Page MenuHomePhabricator

Upgrade netbox-next to 2.9 series
Closed, ResolvedPublic

Event Timeline

crusnov created this task.Oct 26 2020, 5:09 PM
Restricted Application added a subscriber: Aklapper. · View Herald TranscriptOct 26 2020, 5:09 PM
crusnov triaged this task as Medium priority.Oct 26 2020, 5:09 PM

Change 636464 had a related patch set uploaded (by CRusnov; owner: CRusnov):
[operations/software/netbox-deploy@master] Upgrade Netbox to 2.9.7

https://gerrit.wikimedia.org/r/636464

Mentioned in SAL (#wikimedia-operations) [2020-11-24T18:44:36Z] <crusnov@deploy1001> Started deploy [netbox/deploy@88f61d0]: Test deploy of 2.9.9 to netbox-next T266488

Mentioned in SAL (#wikimedia-operations) [2020-11-24T18:45:46Z] <crusnov@deploy1001> Finished deploy [netbox/deploy@88f61d0]: Test deploy of 2.9.9 to netbox-next T266488 (duration: 01m 09s)

Mentioned in SAL (#wikimedia-operations) [2020-11-24T18:45:52Z] <crusnov@deploy1001> Started deploy [netbox/deploy@88f61d0]: Test deploy of 2.9.9 to netbox-next T266488 p2

Mentioned in SAL (#wikimedia-operations) [2020-11-24T18:45:59Z] <crusnov@deploy1001> Finished deploy [netbox/deploy@88f61d0]: Test deploy of 2.9.9 to netbox-next T266488 p2 (duration: 00m 05s)

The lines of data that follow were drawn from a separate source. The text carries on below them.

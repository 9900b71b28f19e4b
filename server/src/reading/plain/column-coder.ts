import { ByteDictionary } from './byte-dictionary';
import { type DateRewriter, isoLength } from './date-rewriter';
import type { FieldIndex } from './field-index';
import { type NumberStyle, StyleVotes, mostDecimals, mostWhole } from './number-style';
import { notPlainNumber, numberHashOne, numberHashTwo, readPlain } from './plain-number';

/**
 * One column of one segment: a 32-bit integer per row. Numbers spelled in the column's style are their whole number; any other text is
 * `textBase` plus its code in the dictionary, far below every number. No text is made a string on the way.
 */
export interface CodedColumn {
  readonly rows: number;
  readonly cells: Int32Array;
  /** Null: no number is kept as one. */
  readonly style: NumberStyle | null;
  readonly texts: ByteDictionary;
}

export const textBase = -0x8000_0000;
/** Cells below this are texts. A segment has at most 65,536 rows, thus texts. */
export const leastNumber = textBase + 0x1_0000;

const powers = Int32Array.from({ length: mostDecimals + 1 }, (_, k) => 10 ** k);

/** Hashes of the rows of a batch, carried from column to column. */
export interface RowHashes {
  readonly one: Int32Array;
  readonly two: Int32Array;
}

export class ColumnCoder implements CodedColumn {
  rows = 0;
  cells: Int32Array;
  style: NumberStyle | null = null;
  readonly texts: ByteDictionary;
  private known: NumberStyle | null = null;
  private decided = false;

  constructor(
    private readonly position: number,
    private readonly width: number,
    private readonly sign: number,
    capacity: number,
    seed: number,
    private readonly dates: DateRewriter | null = null,
  ) {
    this.cells = new Int32Array(capacity);
    this.texts = new ByteDictionary(seed, sign);
  }

  /** Begins a segment. `known` is the style of earlier rows, a hint; `asText`: every field is kept as text. */
  begin(known: NumberStyle | null, asText: boolean): void {
    this.rows = 0;
    this.style = null;
    this.known = known;
    this.decided = asText;
    this.texts.clear();
  }

  /** Adds this column's fields of a batch (`words` is a view on the whole of `bytes`) and folds them into the hashes of the rows. */
  add(bytes: Uint8Array, words: DataView, index: FieldIndex, hashes: RowHashes): void {
    if (!this.decided) this.decide(bytes, index);
    if (this.style === null) this.addTexts(bytes, words, index, hashes);
    else this.addNumbers(bytes, words, index, this.style, hashes);
    this.rows += index.rows;
  }

  /** By the first batch that has any number: until then no number has become a text, so that each text is kept in one way only. */
  private decide(bytes: Uint8Array, index: FieldIndex): void {
    const votes = new StyleVotes();
    for (let row = 0, field = this.position; row < index.rows; row++, field += this.width) {
      const start = index.starts[field];
      const end = index.ends[field];
      if (start === end) continue;
      const decimals = readPlain(bytes, start, end, this.sign);
      if (decimals === notPlainNumber) votes.others++;
      else {
        votes.count[decimals]++;
        if (bytes[end - 1] === 48) votes.zero[decimals]++;
      }
    }
    if (votes.count.every((one) => one === 0)) return;
    this.style = votes.best(this.sign, this.known);
    this.decided = true;
  }

  private addNumbers(bytes: Uint8Array, words: DataView, index: FieldIndex, style: NumberStyle, hashes: RowHashes): void {
    const { cells, texts, width } = this;
    const { starts, ends, rows } = index;
    const { one, two } = hashes;
    const { least, most, sign } = style;
    const first = this.rows;
    for (let row = 0, field = this.position; row < rows; row++, field += width) {
      const start = starts[field];
      const end = ends[field];
      // As `readPlain` does; written out, because this is where most of the time goes.
      const minus = bytes[start] === 45 ? 1 : 0;
      const begin = start + minus;
      const length = end - begin;
      let whole = 0;
      let decimals = notPlainNumber;
      if (length > 0 && length <= 10) {
        let point = -1;
        let at = begin;
        for (; at < end; at++) {
          const digit = bytes[at] - 48;
          if (digit >= 0 && digit <= 9) whole = (Math.imul(whole, 10) + digit) | 0;
          else if (digit === sign - 48 && point < 0 && at > begin) point = at;
          else break;
        }
        const before = point < 0 ? length : point - begin;
        const proper = at === end && before !== 10 && point !== end - 1 && (before === 1 || bytes[begin] !== 48);
        if (proper && (minus === 0 || whole !== 0)) {
          decimals = point < 0 ? 0 : end - point - 1;
          if (minus === 1) whole = -whole;
        }
      }
      let cell = whole;
      let isNumber = false;
      if (decimals === most) isNumber = most === least || bytes[end - 1] !== 48;
      else if (decimals >= least && decimals < most && (decimals === least || bytes[end - 1] !== 48)) {
        const scaled = whole * powers[most - decimals];
        isNumber = scaled > -mostWhole && scaled < mostWhole;
        cell = scaled | 0;
      }
      let a: number;
      let b: number;
      if (isNumber) {
        a = numberHashOne(whole, decimals);
        b = numberHashTwo(whole, decimals);
      } else {
        const code = this.codeOf(bytes, words, start, end);
        cell = textBase + code;
        a = texts.rowOne[code];
        b = texts.rowTwo[code];
      }
      cells[first + row] = cell;
      one[row] = Math.imul(one[row] ^ a, 0x0100_0193);
      const turned = two[row];
      two[row] = Math.imul(((turned << 13) | (turned >>> 19)) ^ b, 0x85eb_ca6b);
    }
  }

  private addTexts(bytes: Uint8Array, words: DataView, index: FieldIndex, hashes: RowHashes): void {
    const { cells, texts, width } = this;
    const { starts, ends, rows } = index;
    const { one, two } = hashes;
    const first = this.rows;
    for (let row = 0, field = this.position; row < rows; row++, field += width) {
      const code = this.codeOf(bytes, words, starts[field], ends[field]);
      cells[first + row] = textBase + code;
      one[row] = Math.imul(one[row] ^ texts.rowOne[code], 0x0100_0193);
      const turned = two[row];
      two[row] = Math.imul(((turned << 13) | (turned >>> 19)) ^ texts.rowTwo[code], 0x85eb_ca6b);
    }
  }

  /** Code of a text; a date in the stated order is the text of its ISO date. */
  private codeOf(bytes: Uint8Array, words: DataView, start: number, end: number): number {
    const { dates, texts } = this;
    if (dates === null || !dates.rewrite(bytes, start, end)) return texts.codeOf(bytes, words, start, end);
    return texts.codeOf(dates.bytes, dates.words, 0, isoLength);
  }
}
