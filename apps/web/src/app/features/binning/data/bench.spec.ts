import { provideHttpClient, withInterceptors } from '@angular/common/http';
import { HttpTestingController, provideHttpClientTesting } from '@angular/common/http/testing';
import { TestBed } from '@angular/core/testing';
import { addCut, mergeNumeric, type NumericBins } from '@tallystone/numeric/bench';
import { problemInterceptor } from '../../../core/http/interceptors';
import { utilisation } from '../testing/characteristics';
import { Bench } from './bench';

const url = `/api/binnings/b/characteristics/${utilisation.id}`;

describe('the bench of one characteristic', () => {
  let bench: Bench;
  let http: HttpTestingController;

  const settled = () => new Promise((resolve) => setTimeout(resolve));
  const tag = (revision: number) => ({ headers: { ETag: `"${revision}"` } });
  const load = async () => {
    const loading = bench.load('b', utilisation.id);
    await settled();
    http.expectOne(url).flush(utilisation, tag(3));
    await loading;
  };
  const bins = () => bench.bins() as NumericBins;

  beforeEach(async () => {
    TestBed.configureTestingModule({
      providers: [Bench, provideHttpClient(withInterceptors([problemInterceptor])), provideHttpClientTesting()],
    });
    bench = TestBed.inject(Bench);
    http = TestBed.inject(HttpTestingController);
    await load();
  });
  afterEach(() => http.verify());

  it('recalculates at once and saves with the tag that was read', async () => {
    const before = bench.reading()?.informationValue;
    expect(bench.do(addCut(utilisation.fine, bins(), 60))).toBe(true);
    expect(bench.reading()?.bins).toHaveLength(6);
    expect(bench.reading()?.informationValue).not.toBe(before);
    expect([bench.state(), bench.unsaved(), bench.unexplained()]).toEqual(['waiting', true, 1]);
    const flushed = bench.flush();
    await settled();
    const request = http.expectOne({ method: 'PUT', url });
    expect(request.request.headers.get('If-Match')).toBe('"3"');
    expect(request.request.body).toMatchObject({
      bins: { edges: [20, 40, 60] },
      edits: [{ kind: 'cut added', before: utilisation.current }],
    });
    request.flush({ ...utilisation, current: bins(), revision: 4 }, tag(4));
    await flushed;
    expect([bench.state(), bench.unsaved()]).toEqual(['saved', false]);
  });

  it('shows a drag without an edit', () => {
    bench.preview({ ...bins(), edges: [30, 40] });
    expect(bins().edges).toEqual([30, 40]);
    expect(bench.unsaved()).toBe(false);
    bench.preview(null);
    expect(bins().edges).toEqual([20, 40]);
  });

  it('undoes, redoes and resets', () => {
    bench.do(addCut(utilisation.fine, bins(), 60));
    bench.do(mergeNumeric(utilisation.fine, bins(), 0));
    bench.undo();
    expect(bins().edges).toEqual([20, 40, 60]);
    bench.redo();
    expect(bins().edges).toEqual([40, 60]);
    bench.reset();
    expect(bins().edges).toEqual([20, 40]);
  });

  it('meets whoever saved first, and keeps mine over theirs as one more edit', async () => {
    bench.do(addCut(utilisation.fine, bins(), 60));
    const flushed = bench.flush();
    await settled();
    http
      .expectOne({ method: 'PUT', url })
      .flush({ code: 'stale', title: 'Changed meanwhile', status: 412 }, { status: 412, statusText: 'Stale' });
    await settled();
    const theirs = { kind: 'numeric', edges: [20, 40, 80], special: ['own'], missing: 'own' };
    const edit = {
      id: 'theirs',
      kind: 'cut added',
      what: 'Cut added at 80',
      before: utilisation.current,
      after: theirs,
      reason: null,
      by: 'Colin',
      at: '2026-03-01T11:00:00Z',
      inEffect: true,
    };
    http
      .expectOne({ method: 'GET', url })
      .flush({ ...utilisation, current: theirs, editList: [edit], changedBy: 'Colin', revision: 4 }, tag(4));
    await flushed;
    expect([bench.state(), bench.theirs()?.changedBy]).toEqual(['stale', 'Colin']);
    bench.keepMine();
    const saving = bench.flush();
    await settled();
    const request = http.expectOne({ method: 'PUT', url });
    expect(request.request.headers.get('If-Match')).toBe('"4"');
    expect(request.request.body.edits.map((sent: { kind: string }) => sent.kind)).toEqual(['cut added', 'kept own']);
    expect(request.request.body.bins.edges).toEqual([20, 40, 60]);
    request.flush({ ...utilisation, revision: 5 }, tag(5));
    await saving;
    expect(bench.state()).toBe('saved');
  });

  it('takes theirs', async () => {
    bench.do(addCut(utilisation.fine, bins(), 60));
    const flushed = bench.flush();
    await settled();
    http.expectOne({ method: 'PUT', url }).flush(null, { status: 412, statusText: 'Stale' });
    await settled();
    http.expectOne({ method: 'GET', url }).flush({ ...utilisation, revision: 4 }, tag(4));
    await flushed;
    bench.takeTheirs();
    expect([bench.state(), bins().edges]).toEqual(['saved', [20, 40]]);
  });

  it('splits a fine class for a value that lies inside one', async () => {
    const adding = bench.addCutAt(33);
    await settled();
    const request = http.expectOne({ method: 'POST', url: `${url}/fine-edges` });
    expect(request.request.body).toEqual({ edge: 33 });
    const split = (counts: { rows: number[]; goods: number[]; bads: number[] }) => {
      const parts = (values: number[], left: number) => [...values.slice(0, 3), left, values[3] - left, ...values.slice(4)];
      return { rows: parts(counts.rows, 30), goods: parts(counts.goods, 27), bads: parts(counts.bads, 3) };
    };
    const fine = {
      ...utilisation.fine,
      edges: [10, 20, 30, 33, 40, 50, 60, 70, 80, 90],
      development: split(utilisation.fine.development),
      holdOut: split(utilisation.fine.holdOut),
    };
    request.flush({ ...utilisation, fine });
    expect(await adding).toBe(true);
    expect(bins().edges).toEqual([20, 33, 40]);
    expect(bench.reading()?.bins[1].figures.development?.rows).toBe(130);
    // Not of this test: the save that would follow.
    bench.undo();
    const flushed = bench.flush();
    await settled();
    http.expectOne({ method: 'PUT', url }).flush(utilisation, tag(4));
    await flushed;
  });
});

Change 643354 had a related patch set uploaded (by CRusnov; owner: CRusnov):
[operations/puppet@production] netbox: Adjust settings for supporting Netbox 2.9 series

https://gerrit.wikimedia.org/r/643354

Mentioned in SAL (#wikimedia-operations) [2020-11-24T23:48:51Z] <crusnov@deploy1001> Started deploy [netbox/deploy@0362a12]: Test deploy of 2.9.10 to netbox-next T266488

Mentioned in SAL (#wikimedia-operations) [2020-11-24T23:50:42Z] <crusnov@deploy1001> Finished deploy [netbox/deploy@0362a12]: Test deploy of 2.9.10 to netbox-next T266488 (duration: 01m 51s)

Mentioned in SAL (#wikimedia-operations) [2020-11-24T23:50:48Z] <crusnov@deploy1001> Started deploy [netbox/deploy@0362a12]: Test deploy of 2.9.10 to netbox-next T266488 p2

Mentioned in SAL (#wikimedia-operations) [2020-11-24T23:50:54Z] <crusnov@deploy1001> Finished deploy [netbox/deploy@0362a12]: Test deploy of 2.9.10 to netbox-next T266488 p2 (duration: 00m 05s)

Volans added a comment.EditedNov 25 2020, 9:34 AM

What's the status on this? Were the db migrations applied cleanly?

This morning I've found:

  • Puppet disabled on netbox-dev2001 without a reason (I personally can guess it but others would have no idea, and anyway it's far from ideal keeping Puppet disabled overnight).
    • I've changed the reason to Upgrading Netbox - chaomodus - T266488
  • netbox-next with DEBUG=True in Django, that should never be the case for a publicly accessible website.
    • I've reverted it back to False and restarted uwsgi.
  • I might be wrong but it seems to me that netbox-next data was not refreshed from prod as agreed before the upgrade. If that's true I see few problems:
    • We didn't fully tested the upgrade with the data we have in production, and Arzhel has imported quite some data recently.
    • We can't update netbox-next data from production until we upgrade production too (because of schema changes), unless we re-run the upgrade that should run the schema changes again (but in a potentially different way of how it will be done in production).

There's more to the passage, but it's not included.